Auschwitz: A Grim Reminder of the Holocaust

Auschwitz, in the suburbs of Oswiecim, Poland, was a complex of three concentration camps, Auschwitz I for death, II for slave labor, and III for transport.  It was the scene of one of the world’s greatest tragedies, the mass genocide of over one million Poles, European Jews, and Roma people (the gypsies) in the darkest years of WWII.  This was the “killing ground,” the “final solution” to what the Nazis termed a “Jewish problem.”  There is nothing we can relate to or compare with the cruelty and evil that took place in Auschwitz.  The main camp consisted of 28 barracks buildings, housing up to 20,000 prisoners at one time, who were systematically put to death, as more victims continued to arrive.  In just one two-month period of one year, almost a half a million Jews were exterminated.Â

Auschwitz II, or Birkenau, was chosen for its proximity to the railroad lines, where prisoners, rounded up from every part of the country, were transported in cattle cars and dropped off by the trainloads at Auschwitz III.  Here, they were selected and separated from their families to exist as laborers under the most inhumane conditions or to be immediately eliminated.  Others were chosen for chemical and physical experimentation.  Birkenau, the larger of the two camps, covered 425 acres, with 300 buildings that could house up to 200,000 prisoners.  Four brick buildings, with gas chambers and ovens, were added to speed up the process of mass murder as more and more Jews were seized and deported.

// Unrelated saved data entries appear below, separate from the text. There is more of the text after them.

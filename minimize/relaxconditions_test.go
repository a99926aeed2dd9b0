package minimize

import (
	"context"
	"errors"
	"math"
	"testing"

	"github.com/tenter-go/tenter/action"
	"github.com/tenter-go/tenter/constraint"
	"github.com/tenter-go/tenter/field"
	"github.com/tenter-go/tenter/lattice"
)

// A membrane sinks on an obstacle, is observed, keeps means: flows of either kind
// end where Minimum does, and never leave the conditions.
func TestRelaxationUnderConditions(t *testing.T) {
	clock, line := square(10, lattice.Held, lattice.Held)
	s := newAction(t, clock, line, action.Wave{Signature: action.Euclidean, Source: action.Uniform(-4)})
	floor := func(x, y float64) float64 { return -0.1 - 0.4*math.Hypot(x-0.5, y-0.5) }
	for name, hold := range map[string]func(*constraint.Set){
		"obstacle":          func(h *constraint.Set) { h.Bounds(floor, nil) },
		"observation":       func(h *constraint.Set) { h.Observe(0.5, 0.5, 0.2, 0.05) },
		"hard mean":         func(h *constraint.Set) { h.Mean(5, -0.05) },
		"soft mean":         func(h *constraint.Set) { h.Mean(5, 0.1).Soft(0.02) },
		"obstacle and mean": func(h *constraint.Set) { h.Bounds(floor, nil); h.Mean(5, -0.05) },
	} {
		held := frame(s.Block())
		hold(held)
		start := field.NewHistory(s.Block(), 1)
		best := lowest(t, s, held, start, nil)
		touching := 0
		for way, set := range map[string]RelaxSettings{
			"explicit": {}, "implicit": {Implicit: true, Step: 0.02}, "explicit with friction": {Friction: 8}, "implicit with friction": {Friction: 8, Implicit: true, Step: 0.02},
		} {
			set.Tolerance, set.Every = 1e-9, 1
			set.Watch = func(f Frame) {
				touching = 0
				for n := 1; n < 10; n++ {
					for i := 1; i < 10; i++ {
						e := s.Block().At(n, i)
						gap := f.History.At(n, 0, i) - floor(e.X, e.T)
						if gap < 0 && (name == "obstacle" || name == "obstacle and mean") {
							t.Fatalf("%s, %s: the membrane is %.3g below the obstacle at %v, τ = %g", name, way, -gap, e, f.Tau)
						}
						if gap == 0 {
							touching++
						}
					}
				}
			}
			run, err := Relax(context.Background(), s, held, start, &set)
			if err != nil {
				t.Fatalf("%s, %s: %v", name, way, err)
			}
			// 1e-9 over the smallest eigenvalue, 20 and what soft conditions add
			if d := run.History.MaxDifference(best.History); d > 1e-9 {
				t.Errorf("%s, %s: off the minimum by %.3g", name, way, d)
			}
			if name == "obstacle" && touching < 5 {
				t.Errorf("%s, %s: %d events touch the obstacle", name, way, touching)
			}
			if a, b := run.Reactions[0], best.Reactions[0]; math.Abs(a.Push-b.Push) > 1e-9 {
				t.Errorf("%s, %s: %v, want %v", name, way, a, b)
			}
		}
	}
}

// The same for the squared residual, whose minimum is that of LeastResidual.
func TestResidualRelaxesUnderConditions(t *testing.T) {
	clock, line := lattice.Axis{Step: 0.2, Sites: 8}, lattice.Axis{Step: 0.3, Sites: 9}
	s := newAction(t, clock, line, action.Wave{Potential: action.SineGordon{}})
	held := constraint.On(s.Block())
	first := field.NewSlice(1, 9)
	for i := range first.Data {
		first.Data[i] = 0.3 * math.Cos(float64(i))
	}
	held.Slice(0, first)
	held.Slice(1, first)
	held.Observe(1, 0.9, 0.5, 0.1)
	held.Mean(5, 0.4)
	held.Mean(7, 0.1).Soft(0.3)
	start := field.Repeat(s.Block(), first)
	best, err := LeastResidual(context.Background(), s, held, start, nil)
	if err != nil {
		t.Fatal(err)
	}
	run, err := RelaxResidual(context.Background(), s, held, start, &RelaxSettings{Implicit: true, Step: 1e4})
	if err != nil {
		t.Fatal(err)
	}
	// a flat cost to 1e-8 of its terms
	if d := run.History.MaxDifference(best.History); d > 1e-5 {
		t.Errorf("off the least residual by %.3g after %d steps\n%v\n%v", d, run.Report.Iterations, run.Report, best.Report)
	}
	bounded := constraint.On(s.Block())
	bounded.Bounds(func(x, t float64) float64 { return -1 }, nil)
	var refusal *Refusal
	if _, err := RelaxResidual(context.Background(), s, bounded, start, nil); !errors.As(err, &refusal) {
		t.Errorf("%v", err)
	}
	mean := constraint.On(s.Block())
	mean.Mean(3, 0.1)
	family := func(float64) (Functional, *constraint.Set, error) { return s, mean, nil }
	if _, err := Continue(context.Background(), family, 0, start, nil); !errors.As(err, &refusal) {
		t.Errorf("%v", err)
	}
}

During the years immediately following WWII, it took some time for people, other than the survivors and relatives of the victims, to attach much credibility to the ongoing news reports of Auschwitz and other similar concentration camps.  Such stories were met with shock and disbelief; how could such things have happened.  For many of us, it wasn’t until the criminals responsible for these atrocities were put on trial that we finally faced the terrible reality of the Holocaust.  On Jul 2, 1947, the Polish Parliament combined two of the Auschwitz camps in the Auschwitz-Birkenau State Museum and the third camp was subsequently destroyed.  Auschwitz I and II have been preserved for the millions of tourists who come each year to view the Museum and Birkenau, the largest Jewish graveyard in the world, where the ashes of over a million victims were scattered across the fields.  People from every country and every religious faith have shared in the sorrow and relived the nightmare of Auschwitz.

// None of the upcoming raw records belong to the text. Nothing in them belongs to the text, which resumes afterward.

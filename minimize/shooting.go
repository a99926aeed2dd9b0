package minimize

import (
	"context"
	"fmt"
	"math"

	"gonum.org/v1/gonum/blas"
	"gonum.org/v1/gonum/blas/blas64"

	"github.com/tenter-go/tenter/field"
)

// shooting returns the history that Levenberg–Marquardt on the misfits gives.
func (l *least) shooting(ctx context.Context, stage *Stage) (*field.History, error) {
	sh, err := l.shots(Shooting, l.set.Nodes)
	if err != nil {
		return nil, err
	}
	a := newAim(sh)
	limit := l.set.Iterations
	if limit == 0 {
		limit = 200
	}
	a.run(ctx, limit, stage)
	l.exact = a.rms() < rounding && l.set.Nodes == 1
	return a.h, nil
}

// rounding is the misfit below which a march, of values of order one, is not
// improved by more steps.
const rounding = 1e-12

// shots returns the least-residual problem as one of marches from so many nodes,
// evenly spread.
func (l *least) shots(s Strategy, nodes int) (*shots, error) {
	if err := l.marches(s); err != nil {
		return nil, err
	}
	if l.tied() {
		return nil, l.refuse(s, "rates tie values of different slices; want BlockWide")
	}
	slices := l.s.Block().Slices()
	if 3*nodes > slices {
		return nil, l.refuse(s, "%d nodes on %d slices; want at least 3 slices a node", nodes, slices)
	}
	var at []int
	for j := range nodes {
		at = append(at, j*(slices-1)/nodes)
	}
	p := *l.problem
	p.h, p.trial = l.h.Clone(), l.h.Clone()
	sh := newShots(&p, l.s, l.lifted, at)
	if sh.misfits == 0 || len(sh.nodes[0].free) == 0 {
		return nil, l.refuse(s, "there is nothing to aim with or at: %d free values in the first two slices, %d misfits; want BlockWide or Marching", len(sh.nodes[0].free), sh.misfits)
	}
	var bytes float64
	for _, nd := range sh.nodes {
		bytes += 8 * float64(len(nd.free)) * float64(len(nd.rows)+4*len(nd.free))
	}
	if bytes > l.set.Memory {
		return nil, l.refuse(s, "its dense matrices take %.2g bytes, above the limit of %.2g; want BlockWide or Windows", bytes, l.set.Memory)
	}
	sh.fill()
	return sh, nil
}

// An aim is Levenberg–Marquardt on the misfits of shots.
type aim struct {
	*shots
	normal, damped *chain
	grad, delta    []blas64.Vector
	sum            float64 // of the squared misfits of h
}

func newAim(sh *shots) *aim {
	a := &aim{shots: sh}
	var sizes []int
	for _, nd := range sh.nodes {
		n := len(nd.free)
		sizes = append(sizes, n)
		a.grad = append(a.grad, blas64.Vector{N: n, Inc: 1, Data: make([]float64, n)})
		a.delta = append(a.delta, blas64.Vector{N: n, Inc: 1, Data: make([]float64, n)})
	}
	a.normal, a.damped = newChain(sizes), newChain(sizes)
	return a
}

// rms returns the root mean square misfit.
func (a *aim) rms() float64 { return math.Sqrt(a.sum / float64(a.misfits)) }

// run lowers the misfits until rounding stops it, and leaves the best history in
// h.
func (a *aim) run(ctx context.Context, limit int, stage *Stage) {
	a.sum = a.shoot(a.h)
	a.linearise(ctx, a.h)
	a.assemble()
	largest := a.normal.largest()
	first := a.set.Damping
	if first == 0 {
		first = 1e-6
	}
	d := newDamping(first*largest, 1e-15*largest)
	outcome := "limit of steps reached"
	for range limit {
		if ctx.Err() != nil {
			outcome = context.Cause(ctx).Error()
			break
		}
		if d.lambda > 1e6*largest {
			outcome = "no step lowers the misfit"
			break
		}
		stage.Iterations++
		stage.Factorisations++
		sum, predicted, ok := a.try(d.lambda)
		if !ok || !(sum < a.sum) {
			if a.rms() < rounding {
				outcome = "misfit at rounding level"
				break
			}
			d.rejected()
			continue
		}
		gain := (a.sum - sum) / predicted
		small := a.sum-sum < 1e-9*a.sum
		a.keep()
		a.sum = sum
		if a.sum == 0 || small && d.lambda < 1e-3*largest && a.rms() > 1e-9 {
			outcome = "misfit no longer falls"
			break
		}
		a.linearise(ctx, a.h)
		a.assemble()
		d.accepted(gain)
	}
	a.sum = a.shoot(a.h)
	unknowns := 0
	for _, nd := range a.nodes {
		unknowns += len(nd.free)
	}
	stage.Outcome = fmt.Sprintf("%d nodes, %d unknowns, %d misfits, rms %.3g: %s", len(a.nodes), unknowns, a.misfits, a.rms(), outcome)
}

// try solves for the step with the damping λ, shoots from there into the trial
// history and returns the sum of its squared misfits and the decrease predicted.
func (a *aim) try(lambda float64) (sum, predicted float64, ok bool) {
	a.damped.copyFrom(a.normal, lambda)
	if !a.damped.factor() {
		return 0, 0, false
	}
	for j, g := range a.grad {
		for u, v := range g.Data {
			a.delta[j].Data[u] = -v
		}
	}
	a.damped.solve(a.delta)
	for j, x := range a.delta {
		for u, v := range x.Data {
			predicted += v * (lambda*v - a.grad[j].Data[u])
		}
	}
	for j := range a.nodes {
		nd := &a.nodes[j]
		from := nd.slice * a.size
		copy(a.trial.Data[from:from+2*a.size], a.h.Data[from:])
		for u, k := range nd.free {
			a.trial.Data[from+k] += a.delta[j].Data[u]
		}
	}
	return a.shoot(a.trial), predicted, true
}

// assemble writes the normal matrix of the misfits and their gradient.
func (a *aim) assemble() {
	for j := range a.nodes {
		nd := &a.nodes[j]
		rows, free := len(nd.rows), len(nd.free)
		d := a.normal.diagonal[j]
		if rows > 0 {
			jt := blas64.General{Rows: free, Cols: rows, Stride: rows, Data: nd.jac}
			blas64.Syrk(blas.NoTrans, 1, jt, 0, d)
			blas64.Gemv(blas.NoTrans, 1, jt, blas64.Vector{N: rows, Inc: 1, Data: nd.res}, 0, a.grad[j])
		} else {
			clear(d.Data)
			clear(a.grad[j].Data)
		}
		if j == 0 {
			continue
		}
		b, from := a.normal.below[j-1], &a.nodes[j-1]
		clear(b.Data)
		for r, m := range from.rows {
			if m.next < 0 {
				continue
			}
			d.Data[m.next*d.Stride+m.next]++
			a.grad[j].Data[m.next] -= from.res[r]
			for u := range from.free {
				b.Data[m.next*b.Stride+u] = -from.jac[u*len(from.rows)+r]
			}
		}
	}
}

Over the entrance to the main gate of the camp, we read the irony in the sign, originally placed there by Rudolph Hoess, whose villa and garden where his children played stood next to one of the crematoriums.  The words, “Arbeit Macht Frei,” translate to  “work will set you free.”  The Jews were, in fact, not brought here to work; they were brought here to die.  What spiritual release he was referring to in such “work” is beyond our comprehension.  As we walk through the area, we listen to a flow of information given by smiling, friendly tourist guides.  The scene is one of horror, where abandoned suitcases, prosthetic limbs, human hair, children’s shoes, eye glasses, and empty Zylon B gas canisters are piled together, grim reminders of the mass graves of so many innocent people.  We pass the gas chambers, the experimental lab, the sterilization ward, one of the four crematoriums, and the incoming ramp to the ovens where the original metal rollers are still in place.  We can somehow hear the cries of the dying and feel the grief that is all around us.

Where does one look in such a place, where there is nothing to see, but the reality of a tragedy that should never have occurred?  We can only contemplate and reach out in spirit, as we remember and hope that the darkest days of history will not repeat themselves.

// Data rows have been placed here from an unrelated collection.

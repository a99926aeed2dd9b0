package minimize

import (
	"context"
	"errors"
	"fmt"
	"math"

	"github.com/tenter-go/tenter/action"
	"github.com/tenter-go/tenter/constraint"
	"github.com/tenter-go/tenter/field"
)

// Minimum finds a history that makes a Euclidean action S as small as possible
// under the conditions: ∂S/∂φ = 0 at every free value, with the natural
// condition at free ends and at a first or last slice that is not pinned, and a
// positive definite second variation. It is the nearest minimum downhill, not
// the lowest.
//
// Newton's method with λ added to the second variation, λ by the gain ratio and
// zero where the matrix is positive definite and its model good, is used when the
// factor is within the limits of the settings, L-BFGS otherwise; the settings can
// ask for either and the report says which it was. L-BFGS, whose line search ends
// when the action no longer tells histories apart, is followed by Newton steps
// solved by conjugate gradients; it does not verify that the second variation is
// positive definite. [Nocedal & Wright 2006, Numerical Optimization, chapters 3,
// 7]
//
// Bounds want Newton's method. Each step solves for the values that are not held
// against a bound, is cut at the bounds, and is followed by sweeps of projected
// Gauss–Seidel over the model, which find most of what is held next. [Bertsekas
// 1982, SIAM J. Control Optim. 20, 221; Gräser & Kornhuber 2009, J. Comput. Math.
// 27, 1]
//
// A Lorentzian density, whose stationary histories are saddles, is refused with
// a *Refusal. The start history is adjusted to the conditions first and is not
// changed. nil conditions hold nothing, nil settings are the defaults.
//
// The error is a *NotConverged unless the status is Converged; Found then holds
// the best history. The status is Singular if the gradient vanishes but the
// second variation is not positive definite: the history is a saddle, or can be
// moved at no cost, and one more condition, such as a pin at the centre of a
// kink, is wanted. The push of a reaction is −∂S/∂φ(E), the impulse that a source
// at E would need to hold the field there.
func Minimum(ctx context.Context, f Functional, held *constraint.Set, start *field.History, set *Settings) (*Found, error) {
	if f = given(f); f != nil {
		if err := conservative(problemMinimum, f); err != nil {
			return nil, err
		}
		if err := refuseLorentzian(problemMinimum, f); err != nil {
			return nil, err
		}
	}
	m, err := newMinimum(problemMinimum, f, held, start, set)
	if err != nil {
		return nil, err
	}
	if m.set.Method == LBFGS && (m.hard != nil || m.bounds != nil) {
		return nil, &Refusal{Problem: problemMinimum, Why: "L-BFGS with hard linear conditions or bounds; want Newton"}
	}
	if m.set.Method != LBFGS {
		err := m.analyse()
		if err == nil {
			return m.newton(ctx)
		}
		if large := (*TooLarge)(nil); m.set.Method == Newton || m.hard != nil || m.bounds != nil || !errors.As(err, &large) {
			return nil, err
		}
		m.hess = nil
		m.rep.Method = "L-BFGS, because the factor would exceed the limits, then Newton–conjugate gradients"
	} else {
		m.rep.Method = "L-BFGS, then Newton–conjugate gradients"
	}
	return m.lbfgs(ctx)
}

// conservative returns a *Refusal unless the equation comes from an action.
func conservative(problem string, f Functional) error {
	err := f.Conservative()
	if err == nil {
		return nil
	}
	why := err.Error()
	if part := (*action.NoActionError)(nil); errors.As(err, &part) {
		why = part.Part + " does not come from an action; ask for the least residual"
	}
	return &Refusal{Problem: problem, Why: why, Cause: err}
}

// minimum is a minimum problem, or another with ∂S/∂φ = 0, being solved.
type minimum struct {
	*problem
	leads             []int32
	second            *action.Matrix
	hess              *hessian // nil without a factorisation
	solver            factoriser
	slope, trialSlope *field.History // ∂S/∂φ of h and trial
	grad, trialGrad   []float64      // the same by the unknowns
	pure, x           []float64      // gradient without what conditions take up; unknowns
	value             float64        // S of h
	damped, delta     []float64
}

// newMinimum evaluates the action and its derivatives at the start.
func newMinimum(name string, f Functional, held *constraint.Set, start *field.History, set *Settings) (*minimum, error) {
	p, err := newProblem(name, f, held, start, set)
	if err != nil {
		return nil, err
	}
	m := &minimum{problem: p}
	f = p.f // with the cost of soft conditions
	m.rep.Push = "−∂S/∂φ at the event, the impulse that holds the pin"
	m.rep.Rows = p.free.N
	for k := range p.free.N {
		m.leads = append(m.leads, int32(p.free.Lead(k)))
	}
	m.second = f.SecondVariationMatrix(nil, m.h)
	m.slope = f.Gradient(nil, m.h)
	m.trialSlope = m.slope.Clone()
	for _, v := range []*[]float64{&m.grad, &m.trialGrad, &m.pure, &m.x} {
		*v = make([]float64, p.free.N)
	}
	m.free.Reduce(m.grad, m.slope)
	m.value = f.Value(m.h)
	m.measure()
	m.rep.Before, m.rep.CostBefore = m.rep.After, m.value
	if n := m.rep.Before; math.IsNaN(n.Max-n.Max) || math.IsNaN(m.value-m.value) {
		return nil, fmt.Errorf("minimize: action of the start history is %v, its gradient %v at %v; want a start for which both can be evaluated", m.value, n.Max, n.At)
	}
	return m, nil
}

// analyse prepares the factorisation, or returns a *TooLarge.
func (m *minimum) analyse() (err error) {
	m.hess = newHessian(m.second, m.free, m.grid())
	m.solver, err = m.factoriser(m.hess.pattern, "want L-BFGS, a smaller block or higher limits in the settings")
	return err
}

// evaluate moves the trial to h + δ and returns the action and the largest
// |∂S/∂φ|/hk there.
func (m *minimum) evaluate(delta []float64) (value, largest float64) {
	m.move(delta)
	value = m.f.Value(m.trial)
	m.trialSlope = m.f.Gradient(m.trialSlope, m.trial)
	m.free.Reduce(m.trialGrad, m.trialSlope)
	m.purify(m.trialGrad, m.trial)
	for _, g := range m.pure {
		largest = max(largest, math.Abs(g)/m.hk)
	}
	return value, largest
}

// purify writes the gradient g at the history h to pure, less what hard linear
// conditions and active bounds take up, and returns the multipliers of the
// former. It chooses the active bounds.
func (m *minimum) purify(g []float64, h *field.History) (mu []float64) {
	copy(m.pure, g)
	if m.bounds == nil {
		if m.hard != nil {
			mu = m.hard.multipliers(g)
			m.hard.tangent(m.pure, g, mu)
		}
		return mu
	}
	m.free.Gather(m.x, h)
	// The multipliers depend on the active bounds and these on them.
	const passes = 3
	for range passes {
		if m.hard != nil {
			if m.hard.hold(m.bounds.active) != nil {
				m.hard.hold(nil)
			}
			mu = m.hard.multipliers(g)
			m.hard.tangent(m.pure, g, mu)
		}
		m.bounds.choose(m.x, m.pure)
		if m.hard == nil {
			break
		}
	}
	for u, active := range m.bounds.active {
		if active {
			m.pure[u] = 0
		}
	}
	return mu
}

// accept makes the trial the best history.
func (m *minimum) accept(value float64) {
	m.keep()
	m.slope, m.trialSlope = m.trialSlope, m.slope
	m.grad, m.trialGrad = m.trialGrad, m.grad
	m.value = value
}

// measure evaluates the second variation at h and updates the report.
func (m *minimum) measure() {
	m.second = m.f.SecondVariationMatrix(m.second, m.h)
	// the gradient by the unknowns, per hk, at the values that lead them
	m.purify(m.grad, m.h)
	reduced := m.trialSlope
	clear(reduced.Data)
	for k, e := range m.leads {
		reduced.Data[e] = m.pure[k] / m.hk
	}
	r := &m.rep
	r.After = m.norm(reduced.Data, m.leads)
	r.CostAfter = m.value
	r.Scale = m.scale(m.second, m.slope.Data, m.leads) / m.hk
	r.Tolerance = m.set.Tolerance
	if r.Tolerance == 0 {
		r.Tolerance = 1e-10 * r.Scale
	}
}

// finish completes the report with the reactions −∂S/∂φ.
func (m *minimum) finish(status Status, reason string, cause error) (*Found, error) {
	m.measure()
	push := m.trialSlope
	for e, g := range m.slope.Data {
		push.Data[e] = -g
	}
	var by constraint.Multipliers
	grad := m.free.Reduce(nil, m.slope)
	mu := m.purify(grad, m.h)
	for _, v := range mu {
		by.Rows = append(by.Rows, -v)
	}
	if m.bounds != nil {
		by.Bounds = make([]float64, m.free.N)
		rest := grad
		if m.hard != nil {
			rest = make([]float64, m.free.N)
			m.hard.tangent(rest, grad, mu)
		}
		for u, active := range m.bounds.active {
			if active {
				by.Bounds[u] = -rest[u]
			}
		}
	}
	return m.end(status, reason, cause, push, by)
}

Auschwitz was designated a UNESCO heritage site in 1979 and to date over 25,000,000 have visited the site.  Tourist hotels in Krakow are only an hour away and guided tours, advisable for groups, can be arranged for 3 1/2 hours, or one and two days.  Admission is free and the Museum is open seven days a week during the following hours: 8:00 a.m. to 3:00 p.m., December through February; 8:00 a.m. to 4:00 p.m., March & November; 8:00 a.m. – 5:00 p.m., April & October; 8:00 a.m. – 6:00 p.m., May & September; and 8:00 a.m. – 7:00 p.m. June, July, & August.